- _Assignment_
Nothing should be left out. Give all the data again exactly as written.

++++++

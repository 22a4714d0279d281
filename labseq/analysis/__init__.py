"""Analysis of switch-node captures: pure functions on numpy arrays, no I/O.

* :func:`analyze_capture` — per-edge figures of a record (IEEE 181 levels, ring fit, settling,
  snubber loss, stress margin).
* :func:`fit_ring` / :func:`fit_rings` — the free response after an edge (ring, snubber-branch
  real pole, plateau) fitted by matrix pencil and variable projection, one window or many at once.
* :func:`aggregate` and :func:`judge` — per-point summaries and verdicts.
* :func:`propose_snubber`, :func:`propose_clamp` and the design equations of
  :mod:`labseq.analysis.design`.
"""

from labseq.analysis.capture import (
    EDGE_FIGURE_NAMES,
    MIN_RECORD_SAMPLES,
    CaptureFigures,
    EdgeFigures,
    NoEdgeError,
    analyze_capture,
)
from labseq.analysis.design import (
    ClampProposal,
    DesignInputError,
    SnubberProposal,
    added_capacitance_method,
    capacitance_for_loss_f,
    characteristic_impedance_ohm,
    cheaper_tool,
    parasitic_capacitance_f,
    propose_clamp,
    propose_snubber,
    rcd_clamp_loss_w,
    snubber_damping_ratio,
)
from labseq.analysis.levels import histogram_state_levels
from labseq.analysis.ringfit import RingFit, RingFitError, RingWindow, fit_ring, fit_rings
from labseq.analysis.snubber import SnubberBranch, cv2f_loss_w
from labseq.analysis.verdict import Limits, PointFigures, Verdict, aggregate, judge
from labseq.figures import DEFAULT_DERATING, FIGURE_UNITS

__all__ = [
    "DEFAULT_DERATING",
    "EDGE_FIGURE_NAMES",
    "FIGURE_UNITS",
    "MIN_RECORD_SAMPLES",
    "CaptureFigures",
    "ClampProposal",
    "DesignInputError",
    "EdgeFigures",
    "Limits",
    "NoEdgeError",
    "PointFigures",
    "RingFit",
    "RingFitError",
    "RingWindow",
    "SnubberBranch",
    "SnubberProposal",
    "Verdict",
    "added_capacitance_method",
    "aggregate",
    "analyze_capture",
    "capacitance_for_loss_f",
    "characteristic_impedance_ohm",
    "cheaper_tool",
    "cv2f_loss_w",
    "fit_ring",
    "fit_rings",
    "histogram_state_levels",
    "judge",
    "parasitic_capacitance_f",
    "propose_clamp",
    "propose_snubber",
    "rcd_clamp_loss_w",
    "snubber_damping_ratio",
]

++++++

- _The answer_
repository 22a4714d0279d281
filename labseq/analysis/__init__.py
"""Analysis of switch-node captures: pure functions on numpy arrays, no I/O.

* :func:`analyze_capture` — per-edge figures of a record (IEEE 181 levels, ring fit, settling,
  snubber loss, stress margin).
* :func:`fit_ring` / :func:`fit_rings` — the free response after an edge (ring, snubber-branch
  real pole, plateau) fitted by matrix pencil and variable projection, one window or many at once.
* :func:`aggregate` and :func:`judge` — per-point summaries and verdicts.
* :func:`propose_snubber`, :func:`propose_clamp` and the design equations of
  :mod:`labseq.analysis.design`.
"""

from labseq.analysis.capture import (
    EDGE_FIGURE_NAMES,
    MIN_RECORD_SAMPLES,
    CaptureFigures,
    EdgeFigures,
    NoEdgeError,
    analyze_capture,
)
from labseq.analysis.design import (
    ClampProposal,
    DesignInputError,
    SnubberProposal,
    added_capacitance_method,
    capacitance_for_loss_f,
    characteristic_impedance_ohm,
    cheaper_tool,
    parasitic_capacitance_f,
    propose_clamp,
    propose_snubber,
    rcd_clamp_loss_w,
    snubber_damping_ratio,
)
from labseq.analysis.levels import histogram_state_levels
from labseq.analysis.ringfit import RingFit, RingFitError, RingWindow, fit_ring, fit_rings
from labseq.analysis.snubber import SnubberBranch, cv2f_loss_w
from labseq.analysis.verdict import Limits, PointFigures, Verdict, aggregate, judge
from labseq.figures import DEFAULT_DERATING, FIGURE_UNITS

__all__ = [
    "DEFAULT_DERATING",
    "EDGE_FIGURE_NAMES",
    "FIGURE_UNITS",
    "MIN_RECORD_SAMPLES",
    "CaptureFigures",
    "ClampProposal",
    "DesignInputError",
    "EdgeFigures",
    "Limits",
    "NoEdgeError",
    "PointFigures",
    "RingFit",
    "RingFitError",
    "RingWindow",
    "SnubberBranch",
    "SnubberProposal",
    "Verdict",
    "added_capacitance_method",
    "aggregate",
    "analyze_capture",
    "capacitance_for_loss_f",
    "characteristic_impedance_ohm",
    "cheaper_tool",
    "cv2f_loss_w",
    "fit_ring",
    "fit_rings",
    "histogram_state_levels",
    "judge",
    "parasitic_capacitance_f",
    "propose_clamp",
    "propose_snubber",
    "rcd_clamp_loss_w",
    "snubber_damping_ratio",
]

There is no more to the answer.